Response processing module

The final module receives a list of concise documents that have been filtered and sorted by the previous module. The response processing module considers a set of documents and performs three main tasks:

  1. Identifies statements/responses in a concise set of documents.
  2.  Selecting the appropriate phrases and words to answer the question extracts the relevant answer. This used to be exploratory. Innovative algorithms are a way of solving problems in which the best possible solution is given. Parameters such as cost, complexity in place and time, accuracy, or speed are ignored, and instead, emphasis is placed on finding a solution close to the actual answer.

    Innovative algorithms are commonly used to solve NP-complete problems, where there is no known efficient way to find a solution. However, by entering the parameters into the algorithm, we can verify that the answer is clear. Therefore, the development of heuristic algorithms involves the interchange between the generated solution and the algorithm itself.

    Due to the limitations, the algorithm is said to work well when the algorithm solution is as efficient as possible.

  3. Validation of the answers obtained in the previous step. This is commonly used to design such question and answer systems to evaluate the output obtained. During deployment, evaluation criteria are reduced to achieve high data throughput of the system.

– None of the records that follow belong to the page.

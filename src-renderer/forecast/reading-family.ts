import type { PipetteLetter, ProtocolDocument } from '../../src-main/contract/documents.ts';
import type { ReadingForecast } from '../../src-main/contract/results.ts';
import type { Axis, Series } from '../charts/series.ts';
import { numberUnit, numberWords } from '../protocol/ladder-rungs.ts';
import { familyScale, orZero } from '../text/rounding.ts';

/** What the family is drawn against: what the first ladder sets, or the sweep's number without a ladder. */
export function familyAxis(protocol: ProtocolDocument): Axis {
  const ladder = protocol.ladders[0];
  if (!ladder) return { words: 'sweep', unit: '' };
  const lane = protocol.lanes.find((one) => one.pipette === ladder.lane);
  const unit = numberUnit(ladder.number, lane?.unit ?? 'mV');
  return { words: numberWords(ladder.number) + (unit === 'mV' ? ' on the dial' : ''), unit };
}

interface FamilyPoint {
  readonly x: number;
  readonly sweep: number;
}

/** Sweeps in the order of their ladder value; without a ladder in their own. */
export function familyOrder(reading: ReadingForecast): FamilyPoint[] {
  const hasLadder = reading.ladderValue.some((value) => Number.isFinite(value));
  return Array.from(reading.recorded, (_, sweep) => ({
    sweep,
    x: hasLadder ? (reading.ladderValue[sweep] ?? NaN) : sweep + 1,
  }))
    .filter((point) => Number.isFinite(point.x))
    .sort((a, b) => a.x - b.x || a.sweep - b.sweep);
}

/** Recorded and true against the ladder; or their difference where `asBias`. */
export function familySeries(reading: ReadingForecast, letter: PipetteLetter, asBias: boolean): Series[] {
  const order = familyOrder(reading);
  const x = order.map((point) => point.x);
  const hue = { token: letter === 'A' ? '--a' : '--b' };
  const scale = familyScale(reading.recorded, reading.truth);
  const recorded = order.map((point) => orZero(reading.recorded[point.sweep] ?? NaN, scale));
  const { truth } = reading;
  const common = { x, stroke: letter === 'A' ? 'solid' : 'dashed', drawn: 'line and points', paint: hue } as const;
  if (truth && asBias) {
    const y = order.map((point, i) => orZero((recorded[i] ?? NaN) - orZero(truth[point.sweep] ?? NaN, scale), scale));
    return [{ ...common, key: 'bias', label: 'recorded − true', y }];
  }
  const series: Series[] = [{ ...common, key: 'recorded', label: `recorded by ${letter}`, y: recorded }];
  if (truth) {
    const y = order.map((point) => orZero(truth[point.sweep] ?? NaN, scale));
    series.push({
      key: 'true',
      label: 'true',
      x,
      y,
      stroke: 'dotted',
      drawn: 'line',
      paint: { token: '--ink' },
      selected: true,
    });
  }
  return series;
}
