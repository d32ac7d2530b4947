// What each figure means, its formula, and who says so (references from memory). Shown beside the figure; the engine's own
// notes are nearer the code.

import type { Forecast } from '../../src-main/contract/results.ts';

export interface Definition {
  readonly title: string;
  readonly formula: string;
  readonly words: string;
  readonly source: string;
}

export const topics = [
  'clamp error',
  'worst error',
  'settling time',
  'access part',
  'cable part',
  'reach',
  'trust distance',
  'clamp bandwidth',
  'largest current',
  'reading',
  'bias',
  'attenuation',
  'input resistance',
  'transfer resistance',
  'numerical uncertainty',
] as const;
export type Topic = (typeof topics)[number];

const ofClamp: readonly Topic[] = [
  'clamp error',
  'worst error',
  'settling time',
  'access part',
  'cable part',
  'reach',
  'trust distance',
  'clamp bandwidth',
];
const ofTwoSites: readonly Topic[] = ['attenuation', 'input resistance', 'transfer resistance'];

/** The topic, or where the forecast has no such figure one that it has: no clamp error stands over a current clamp. */
export function topicWithin(topic: Topic, forecast: Pick<Forecast, 'clamp' | 'dualSite' | 'readings'>): Topic {
  const isMissing =
    (forecast.clamp === null && ofClamp.includes(topic)) ||
    (forecast.dualSite === null && ofTwoSites.includes(topic)) ||
    (forecast.readings.length === 0 && (topic === 'reading' || topic === 'bias'));
  if (!isMissing) return topic;
  if (forecast.clamp !== null) return 'clamp error';
  return forecast.readings.length > 0 ? 'reading' : 'largest current';
}

export const definitions: Readonly<Record<Topic, Definition>> = {
  'clamp error': {
    title: 'Steady clamp error',
    formula: 'error(x) = V(x, t) − V_ideal(t), at the end of the window',
    words:
      'How far the membrane at x is from the level the clamp was told to hold. V_ideal is the dial level imposed on all membrane at once; positive means the membrane is more positive than asked.',
    source: 'Space clamp: Rall 1959, Exp. Neurol. 1:491; Johnston and Brown 1983, J. Neurophysiol. 50:464.',
  },
  'worst error': {
    title: 'Worst clamp error',
    formula: 'the error of largest size within the window, with its sign',
    words:
      'Each place takes its own worst moment, so the picture is not one instant. Right after a step it is nearly the whole step, for the membrane has yet to follow: read it with the settling time.',
    source: 'Definition; the same V_ideal as the steady error.',
  },
  'settling time': {
    title: 'Settling time',
    formula: 'the last t at which |error(x, t)| exceeds the tolerance, from the block’s start',
    words:
      'After that the place stays within the tolerance to the window’s end. A place that is still outside at the end has no settling time in this window.',
    source: 'Definition. The clamped cable’s own time constants: Rall 1969, Biophys. J. 9:1483.',
  },
  'access part': {
    title: 'Access part',
    formula: 'V(clamp’s site) − V_ideal = −I · R_access',
    words:
      'What the access resistance costs at the pipette: the clamp holds the pipette, not the cell. A smaller access resistance, or compensation, repairs this part and no other.',
    source: 'Ohm’s law at steady state; common practice.',
  },
  'cable part': {
    title: 'Cable part',
    formula: 'error(x) − error(clamp’s site)',
    words:
      'What is lost on the way from the clamp’s site to x, along axial resistance and through membrane. Neither access resistance nor compensation touches it.',
    source: 'Rall 1959, Exp. Neurol. 1:491; Jack, Noble and Tsien 1975, Electric Current Flow in Excitable Cells.',
  },
  reach: {
    title: 'Reach',
    formula: 'Σ area with |error| ≤ tolerance ÷ Σ area, at the end of the window',
    words:
      'The share of membrane, spines and axon included, that the clamp holds within the tolerance at the end of the window. The sweep in which it is smallest speaks for the plan. A tolerance in per cent is of |level − holding|; sweeps without a step are left out.',
    source: 'Definition; a tolerance of 5 mV is common practice.',
  },
  'trust distance': {
    title: 'Trust distance',
    formula: 'the smallest path distance at which |error| first exceeds the tolerance',
    words:
      'Along every path from the soma’s surface (the root, without a soma) to a tip, the first place outside the tolerance, interpolated between compartments; the shortest of these counts.',
    source: 'Definition.',
  },
  'clamp bandwidth': {
    title: 'Clamp bandwidth',
    formula: 'f = 1 / (2π · R_access · C)',
    words:
      'The corner at which the access resistance and the whole cell’s capacitance pass half the power. No filter behind the amplifier brings back what is lost here.',
    source: 'One-pole circuit; common practice.',
  },
  'largest current': {
    title: 'Largest current',
    formula: 'max |I| from the pipette into the cell, over all sweeps',
    words:
      'In voltage clamp the amplifier supplies it through the access. In current clamp it is not the command: while the voltage jumps, as in a spike, the stray capacitance of the pipette takes and gives current of its own, C·dV/dt, so that more may enter the cell than is commanded. Compare it with what the headstage can deliver: beyond that range the amplifier saturates and the clamp is lost.',
    source: 'From the predicted recording.',
  },
  reading: {
    title: 'Recorded and true',
    formula: 'measure(recording, window) beside measure(ideal current, window)',
    words:
      'Recorded: taken from the predicted recording. True: the total ionic current of the same membrane under a perfect clamp of all of it, without capacity current, read by the same code in the same window. In current clamp: the same current through perfect pipettes.',
    source:
      'Montnach et al. 2021, Sci. Rep. 11:3282, on access resistance and amplitude; White, Sekar and Kay 1995, J. Neurophysiol. 73:2369, on distance.',
  },
  bias: {
    title: 'Bias',
    formula: 'recorded − true; in words ||recorded| − |true|| ÷ |true|',
    words:
      'Too large and too small go by size, whatever the sign: a current of −666 pA that is −941 reads 29 % too small. Where the signs differ, and for voltages, it is too positive or too negative. The one number speaks for the sweep with the largest relative bias among those whose true value is at least a tenth of the largest: nearer to zero a ratio says nothing.',
    source: 'Definition.',
  },
  attenuation: {
    title: 'Steady attenuation',
    formula: 'A→B: |V_A / V_B| for a steady current at A, no clamp active',
    words:
      'How many times smaller the change arrives than it set out. It has a direction: the thin end is loaded by the thick one, so the way to the soma costs more.',
    source: 'Carnevale and Johnston 1982, J. Neurophysiol. 47:606; gates linearised at the operating point.',
  },
  'input resistance': {
    title: 'Input resistance',
    formula: 'R_A = V_A / I_A, steady, small current',
    words: 'Voltage at a site per unit of current injected there, gates linearised at the operating point.',
    source: 'Rall 1959, Exp. Neurol. 1:491.',
  },
  'transfer resistance': {
    title: 'Transfer resistance',
    formula: 'R_AB = V_B / I_A = V_A / I_B',
    words:
      'Voltage at one site per unit of current at the other; the same both ways, in any tree whose membrane is linear.',
    source: 'Reciprocity: Carnevale and Johnston 1982, J. Neurophysiol. 47:606.',
  },
  'numerical uncertainty': {
    title: 'Numerical uncertainty',
    formula: '|figure − the figure with compartments, time step and table spacing halved|',
    words:
      'How far the arithmetic can be off, with the same sites. It is computed after the rehearsal and reads pending until then. It says nothing about how well the model fits your cell.',
    source: 'Step halving; compartment rule: Hines and Carnevale 2001, Neuroscientist 7:123.',
  },
};
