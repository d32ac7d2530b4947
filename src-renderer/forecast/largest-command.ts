import type { PipetteLetter } from '../../src-main/contract/documents.ts';
import type { Trace } from '../../src-main/contract/results.ts';

/** The current farthest from zero that a pipette is told to inject, over all sweeps, pA; null in voltage clamp. */
export function largestCommand(traces: readonly Trace[], letter: PipetteLetter): number | null {
  let far: number | null = null;
  for (const trace of traces) {
    if (trace.key !== `command:${letter}` || trace.unit !== 'pA') continue;
    far ??= 0;
    for (const value of trace.values) if (Math.abs(value) > Math.abs(far)) far = value;
  }
  return far;
}
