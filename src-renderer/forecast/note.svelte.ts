// Which figure's definition the details show.
import { cursor } from '../state/cursor.svelte.ts';
import { selection } from '../state/selection.svelte.ts';
import type { Topic } from './definitions.ts';

class NoteState {
  topic = $state<Topic>('clamp error');

  /** Shows a figure's definition in the details; of a reading, when the figure is one's. */
  show(topic: Topic, reading: string | null = null): void {
    this.topic = topic;
    selection.select(reading === null ? { kind: 'sweep', sweep: cursor.sweep } : { kind: 'reading', reading });
  }
}

export const note = new NoteState();
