import type { ClampForecast, ClampSweep, CompartmentTable } from '../../src-main/contract/results.ts';

/** How one sweep fares in one region. */
export interface RegionRow {
  readonly region: string;
  readonly area_um2: number;
  /** 0 to 1; NaN where it was not told for this sweep. */
  readonly reach: number;
  /** The largest steady and worst |error|, signed; NaN where the grid is not at hand. */
  readonly steady_mV: number;
  readonly worst_mV: number;
  /** The last compartment to settle; null: some membrane does not settle in the window. */
  readonly settles_ms: number | null;
  /** Share of the region's membrane that does not settle in the window, 0 to 1. */
  readonly unsettled: number;
}

/** The largest in size, with its sign; NaN for nothing. */
function largest(values: Float64Array, members: readonly number[]): number {
  let best = NaN;
  for (const k of members) {
    const value = values[k] ?? NaN;
    if (Number.isFinite(value) && !(Math.abs(value) <= Math.abs(best))) best = value;
  }
  return best;
}

/** Every region in one sweep. */
export function regionRows(clamp: ClampForecast, sweep: ClampSweep, table: CompartmentTable | null): RegionRow[] {
  return clamp.reachByRegion.map(({ region, area_um2, reach }) => {
    const members: number[] = [];
    const r = table ? table.regionNames.indexOf(region) : -1;
    if (table) for (let k = 0; k < table.count; k += 1) if (table.regionIndex[k] === r) members.push(k);
    let unsettled = 0;
    let whole = 0;
    let last = NaN;
    for (const k of members) {
      const area = table?.area_um2[k] ?? 0;
      const settles = sweep.settling_ms[k] ?? NaN;
      whole += area;
      if (Number.isNaN(settles)) unsettled += area;
      else if (!(settles <= last)) last = settles;
    }
    const own = sweep.reachByRegion?.find((one) => one.region === region)?.reach;
    return {
      region,
      area_um2,
      // Older rehearsals tell it by region for their worst sweep alone.
      reach: own ?? (sweep.sweep === clamp.worstSweep ? reach : NaN),
      steady_mV: largest(sweep.steady_mV, members),
      worst_mV: largest(sweep.worst_mV, members),
      settles_ms: unsettled > 0 || members.length === 0 ? null : last,
      unsettled: whole > 0 ? unsettled / whole : NaN,
    };
  });
}

/** Whose reach it is: "sweep 3", and whether that is the worst there is. */
export function sweepWords(clamp: ClampForecast, sweep: ClampSweep): string {
  const at = `sweep ${sweep.sweep + 1}`;
  if (clamp.sweeps.length === 1) return at;
  return sweep.sweep === clamp.worstSweep ? `${at}, the worst of all` : at;
}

Evaluate the answers obtained

Criteria can vary from paper to paper. But more generally, we want the question-and-answer system to provide relevant, correct, and complete answers to the subject. Hence many evaluation criteria were developed to measure such vague terms. Some of these criteria are F1 scores, accuracy, reminders, etc.

Applications

The applications of such systems are varied and exciting. These, currently used in commercial applications, have a wide range in almost every aspect. Humans are question-based organisms, so these systems are the easiest way for humans to interact with machines.

Customer Support

The most common use of such systems is to reduce the burden on customer service teams. The idea behind introducing such systems was to eliminate the initial concerns that these systems face with query uncertainty. This team enables customer service to focus on the things that matter. Today, however, the quest for full automation continues, and question-and-answer systems integrated into talking robots rapidly transform the digital experience.

Tutorial

Google is a great search engine. But Chegg is a great search engine built to answer questions. Imagine a world in which such devices enhance the whole thought process needed for a child to learn. The child is asked to ask the right questions to understand the concepts. This is an example of a question and answer system integrated into personal learning systems.

Search engines

As mentioned above, Google uses such systems to provide questions and answers. Clicking on any of the questions will increase the number of questions shown. Also, The updated list is more like a question clicked on. If not, be sure to check it out the next time you click on a question on Google.

For research

It isn’t easy to build such distributed systems. Real-time Q&A machines are challenging because of the scale at which they operate. So Today’s databases are in petabytes, and fast access to information is a big challenge.

There are many solutions for efficient storage and computing. However, ensuring that algorithms work properly with such solutions is an important challenge.